» **WHAT IS REQUIRED**: From the first line of the material below to the line containing "Pseudo-random noise from", repeat every line exactly and add nothing.
══════════════════════════════
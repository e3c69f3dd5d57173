//! Long runs: no drift of totals or heights over a week at rest, and no growth of error
//! over a three-hour balloon flight at 10 Hz (f32 accumulation over 10^5..10^6 samples).
//!
//! Both run at full length in the ordinary debug build (`cargo test --test long_run
//! -- --nocapture` prints the figures); together they take a few seconds, so nothing is
//! shortened or ignored.
//!
//! Pseudo-random noise from SplitMix64 (Steele, Lea & Flood 2014, "Fast splittable
//! pseudorandom number generators", OOPSLA) with fixed seeds, Gaussian by the Box-Muller
//! transform (Box & Muller 1958): every run sees the same numbers.

use isohypse::atmosphere::US_1976;
use isohypse::uses::{Balloon, BalloonSettings, BalloonState, Sample, Walk, WalkSettings};
use isohypse::{Height, Pressure};
mod common;
use common::p_at;
#[allow(unused_imports)]
use common::{at, secs};

struct Noise(u64);

impl Noise {
    fn next_u64(&mut self) -> u64 {
        self.0 = self.0.wrapping_add(0x9E37_79B9_7F4A_7C15);
        let mut z = self.0;
        z = (z ^ (z >> 30)).wrapping_mul(0xBF58_476D_1CE4_E5B9);
        z = (z ^ (z >> 27)).wrapping_mul(0x94D0_49BB_1331_11EB);
        z ^ (z >> 31)
    }
    /// Uniform in (0, 1].
    fn uniform(&mut self) -> f64 {
        ((self.next_u64() >> 11) as f64 + 1.0) / (1u64 << 53) as f64
    }
    /// Standard normal (Box-Muller, one of the pair).
    fn gaussian(&mut self) -> f64 {
        let (u1, u2) = (self.uniform(), self.uniform());
        (-2.0 * u1.ln()).sqrt() * (2.0 * std::f64::consts::PI * u2).cos()
    }
}

/// A week at 1 Hz, device at rest at 300 m, no weather change, 1.5 Pa (1-sigma) white
/// pressure noise (a typical MEMS barometer in its low-noise mode; common practice).
///
/// Bounds, with their reasons:
/// * ascent and descent each <= the hysteresis band (3 m, the walk preset's tracker): the
///   totals count a move only once it exceeds the band, and at rest there is no move.
///   The smoothed height noise is about 0.06 m (1-sigma: 1.5 Pa x 0.085 m/Pa through the
///   hike smoother's 2 s time constant at 1 Hz, gain k = dt / (tau + dt) = 1/3, which
///   passes sqrt(k / (2 - k)) = 0.45 of white noise), so the band is 50 sigma away and the expected count
///   is exactly 0; the band is the bound because that is what the design promises.
/// * the displayed height stays within the rest detector's exit band (2 m) of the truth:
///   a larger apparent move would end the rest.
#[test]
fn week_at_rest_hike_totals_do_not_drift() {
    let seconds: u64 = 7 * 86_400;
    let band = WalkSettings::DEFAULT.tracker.hysteresis_band_m;
    let exit_band = WalkSettings::DEFAULT.tracker.rest.exit_band_m;
    let mut walk = Walk::new(&WalkSettings::DEFAULT).unwrap();
    let mut noise = Noise(0x15_0A_11_CE);
    let p_true = p_at(300.0) as f64;
    let (mut worst, mut sum_sq, mut n) = (0.0f32, 0.0f64, 0u64);
    let mut last = None;
    for s in 0..seconds {
        let p = (p_true + 1.5 * noise.gaussian()) as f32;
        let out = walk.process(&Sample::pressure(at(s as f64), p));
        assert!(out.accepted(), "{s}: {out:?}");
        assert!(
            out.altitude_m.is_finite() && out.vertical_speed_mps.is_finite(),
            "{s}: {out:?}"
        );
        let e = out.altitude_m - 300.0;
        worst = worst.max(e.abs());
        sum_sq += (e as f64) * (e as f64);
        n += 1;
        last = Some(out);
    }
    let last = last.unwrap();
    println!(
        "hike at rest, {} days at 1 Hz ({} samples): ascent {} m, descent {} m, \
         height error max {worst:.3} m, rms {:.3} m, state {}",
        seconds / 86_400,
        n,
        last.ascent_m,
        last.descent_m,
        (sum_sq / n as f64).sqrt(),
        last.state.name()
    );
    assert!(
        last.ascent_m <= band,
        "ascent {} m > band {band} m",
        last.ascent_m
    );
    assert!(
        last.descent_m <= band,
        "descent {} m > band {band} m",
        last.descent_m
    );
    assert!(worst <= exit_band, "height error {worst} m > {exit_band} m");
}

/// Same week, with the pressure changing as slow fronts do: 3 hPa up over half a day,
/// 3 hPa down over the next half (a triangle of +-1.5 hPa around the mean, starting at its
/// low; the design's hike scenario uses 3 hPa of drift). Totals must still not grow: at
/// most the band over the whole week (the rest detector attributes slow change to
/// weather; its limit is 20 m/h, and this is about 1 m/h). The displayed height is held
/// at rest: it stays within the rest detector's exit band (2 m) of the first one.
#[test]
fn week_at_rest_hike_with_weather_drift() {
    let seconds: u64 = 7 * 86_400;
    let band = WalkSettings::DEFAULT.tracker.hysteresis_band_m;
    let mut walk = Walk::new(&WalkSettings::DEFAULT).unwrap();
    let mut noise = Noise(0xD81F7);
    let p_mean = p_at(300.0) as f64;
    let exit_band = WalkSettings::DEFAULT.tracker.rest.exit_band_m;
    let mut last = None;
    let mut worst_speed = 0.0f32;
    let (mut first, mut worst_move) = (None, 0.0f32);
    for s in 0..seconds {
        let day_phase = (s % 86_400) as f64 / 86_400.0;
        // triangle wave: -150 Pa .. +150 Pa over a day
        let weather = 150.0 * (1.0 - 4.0 * (day_phase - 0.5).abs()).clamp(-1.0, 1.0);
        let p = (p_mean + weather + 1.5 * noise.gaussian()) as f32;
        let out = walk.process(&Sample::pressure(at(s as f64), p));
        assert!(out.accepted() && out.altitude_m.is_finite(), "{s}: {out:?}");
        worst_speed = worst_speed.max(out.vertical_speed_mps.abs());
        let h0 = *first.get_or_insert(out.altitude_m);
        worst_move = worst_move.max((out.altitude_m - h0).abs());
        last = Some(out);
    }
    let last = last.unwrap();
    println!(
        "hike at rest with +-1.5 hPa/day weather, {} days: ascent {} m, descent {} m, \
         height moved at most {worst_move:.3} m from the first, max |speed| {worst_speed:.4} m/s",
        seconds / 86_400,
        last.ascent_m,
        last.descent_m,
    );
    assert!(
        worst_move <= exit_band,
        "height moved {worst_move} m at rest"
    );
    assert!(last.ascent_m <= band, "ascent {} m", last.ascent_m);
    assert!(last.descent_m <= band, "descent {} m", last.descent_m);
}

/// Balloon timeline, s: 5 minutes on the ground before launch (the ground reference is
/// the mean of the samples at rest), 5 m/s up to 30 300 m, 20 minutes of float, 10 m/s
/// down, landed to the end of the three hours.
const T_LAUNCH: f64 = 300.0;
const T_TOP: f64 = T_LAUNCH + 6_000.0;
const T_FLOAT_END: f64 = T_TOP + 1_200.0;
const T_LANDING: f64 = T_FLOAT_END + 3_000.0;

/// The balloon preset, launched at 300 m.
const LAUNCH_AT_300_M: BalloonSettings = BalloonSettings {
    launch_altitude_m: Some(300.0),
    ..BalloonSettings::DEFAULT
};

/// Three hours of balloon flight through the balloon preset, standard atmosphere
/// (temperature sensor reads the U.S. 1976 temperature at the true height, dry air),
/// launch at 300 m (timeline above); 2 Pa (1-sigma) white pressure noise.
///
/// Bounds (design notes' balloon goals, which are set for a harder, non-standard
/// atmosphere with a lagging sensor, so they bound this easier case too):
/// * ascent: |error| <= 0.1 % of the height above 1 km, <= 1 m below: printed here,
///   asserted in `balloon_ascent_within_goal` (before the ground reference took only
///   samples at rest, it failed by up to 0.34 m in the first 1.3 km);
/// * float at the top (30.3 km): <= 0.1 % (the design goal "within 0.1 % at the top");
/// * descent above 5 km: <= 0.3 % of the height; below 5 km and landed: <= 0.3 % of the
///   height or 5 m, whichever is larger;
/// * no growth: landed, after 10^5 samples of f32 sums, the error is at most 5 m (the
///   height returns to the launch elevation).
#[test]
fn three_hour_balloon_flight_error_does_not_grow() {
    let rate_hz: f64 = 10.0;
    let duration_s = 3.0 * 3_600.0;
    let mut balloon = Balloon::<256>::new(&LAUNCH_AT_300_M).unwrap();
    let mut noise = Noise(0xBA11_0014);
    let truth = |t: f64| -> f64 {
        if t < T_LAUNCH {
            300.0
        } else if t < T_TOP {
            300.0 + 5.0 * (t - T_LAUNCH)
        } else if t < T_FLOAT_END {
            30_300.0
        } else {
            (30_300.0 - 10.0 * (t - T_FLOAT_END)).max(300.0)
        }
    };
    let samples = (duration_s * rate_hz) as u64;
    let mut worst = [0.0f64; 4]; // ascent, float, descent, landed: worst |error| / bound
    let mut worst_m = [0.0f64; 4];
    let mut worst_at = [(0.0f64, 0.0f64); 4]; // (time, true height) of the worst ratio
    let mut states_seen = Vec::new();
    for i in 0..samples {
        let t = i as f64 / rate_hz;
        let z = truth(t);
        let state = US_1976
            .at_geometric(Height::from_meters(z as f32).unwrap())
            .unwrap();
        let p = state.pressure.pa() as f64 + 2.0 * noise.gaussian();
        let sample = Sample {
            time: at(t),
            pressure_pa: Pressure::from_pa(p as f32).unwrap().pa(),
            temperature_c: Some(state.temperature.celsius()),
            humidity_pct: Some(0.0),
            ..Sample::default()
        };
        let out = balloon.process(&sample);
        assert!(out.accepted(), "t {t}: {out:?}");
        assert!(
            out.altitude_m.is_finite()
                && out.vertical_speed_mps.is_finite()
                && out.altitude_sigma_m.is_finite(),
            "t {t}: {out:?}"
        );
        if states_seen.last() != Some(&out.state) {
            states_seen.push(out.state);
        }
        let err = (out.altitude_m as f64 - z).abs();
        let (k, bound) = if t < T_TOP {
            // scored in `balloon_ascent_within_goal`; here only
            // reported, with the 0.1 % / 1 m bound
            (0, if z > 1_000.0 { 0.001 * z } else { 1.0 })
        } else if t < T_FLOAT_END {
            (1, 0.001 * z)
        } else if z > 300.0 {
            (
                2,
                if z > 5_000.0 {
                    0.003 * z
                } else {
                    (0.003 * z).max(5.0)
                },
            )
        } else {
            (3, 5.0)
        };
        // the estimator needs a few samples after each turn of the truth (burst turns
        // +5 m/s into -10 m/s): 60 s after each turn are not scored
        let turns = [T_LAUNCH, T_TOP, T_FLOAT_END, T_LANDING];
        let settling = turns.iter().any(|&turn| (turn..turn + 60.0).contains(&t));
        if !settling {
            if err / bound > worst[k] {
                worst[k] = err / bound;
                worst_at[k] = (t, z);
            }
            worst_m[k] = worst_m[k].max(err);
        }
    }
    let names = ["ascent", "float", "descent", "landed"];
    for k in 0..4 {
        println!(
            "balloon {rate_hz} Hz, 3 h ({samples} samples): {:8} max |error| {:7.2} m; \
             worst error/bound {:.2} at t {:.0} s, height {:.0} m",
            names[k], worst_m[k], worst[k], worst_at[k].0, worst_at[k].1
        );
    }
    let names_seen: Vec<_> = states_seen.iter().map(|s| s.name()).collect();
    println!("balloon: states {names_seen:?}");
    for k in 1..4 {
        assert!(
            worst[k] <= 1.0,
            "{}: error {} m exceeds its bound",
            names[k],
            worst_m[k]
        );
    }
    assert!(
        states_seen.contains(&BalloonState::Ascent) && states_seen.contains(&BalloonState::Descent)
    );
}

/// Regression test for a finding, fixed (the ground reference now takes samples at rest
/// only): in the first kilometre or so of the ascent the balloon
/// preset read 0.7..1.3 m low (worst 1.34 m at 835 m and 1.13 m at 1044 m, 10 Hz, 2 Pa
/// noise), above the 0.1 % / 1 m bound stated (before measuring) for the ascent. The
/// ground reference kept averaging while the state was still `BalloonState::Ground`, i.e.
/// also over the first seconds of the climb until the state machine confirmed the ascent
/// (1 m/s held for 10 s), which raised the ground mean and lowered every later height by about a metre.
#[test]
fn balloon_ascent_within_goal() {
    let mut balloon = Balloon::<256>::new(&LAUNCH_AT_300_M).unwrap();
    let mut noise = Noise(0xBA11_0014);
    let mut worst = (0.0f64, 0.0f64, 0.0f64);
    for i in 0..(T_TOP * 10.0) as u64 {
        let t = i as f64 / 10.0;
        let z = if t < T_LAUNCH {
            300.0
        } else {
            300.0 + 5.0 * (t - T_LAUNCH)
        };
        let state = US_1976
            .at_geometric(Height::from_meters(z as f32).unwrap())
            .unwrap();
        let p = state.pressure.pa() as f64 + 2.0 * noise.gaussian();
        let out = balloon.process(&Sample {
            time: at(t),
            pressure_pa: p as f32,
            temperature_c: Some(state.temperature.celsius()),
            humidity_pct: Some(0.0),
            ..Sample::default()
        });
        let err = (out.altitude_m as f64 - z).abs();
        let bound = if z > 1_000.0 { 0.001 * z } else { 1.0 };
        if t > T_LAUNCH + 60.0 && err / bound > worst.0 {
            worst = (err / bound, err, z);
        }
    }
    assert!(worst.0 <= 1.0, "error {:.2} m at {:.0} m", worst.1, worst.2);
}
══════════════════════════════
» **SOLUTION FOR THIS PROBLEM**:
repository e3c69f3dd5d57173
//! Long runs: no drift of totals or heights over a week at rest, and no growth of error
//! over a three-hour balloon flight at 10 Hz (f32 accumulation over 10^5..10^6 samples).
//!
//! Both run at full length in the ordinary debug build (`cargo test --test long_run
//! -- --nocapture` prints the figures); together they take a few seconds, so nothing is
//! shortened or ignored.
//!
//! Pseudo-random noise from SplitMix64 (Steele, Lea & Flood 2014, "Fast splittable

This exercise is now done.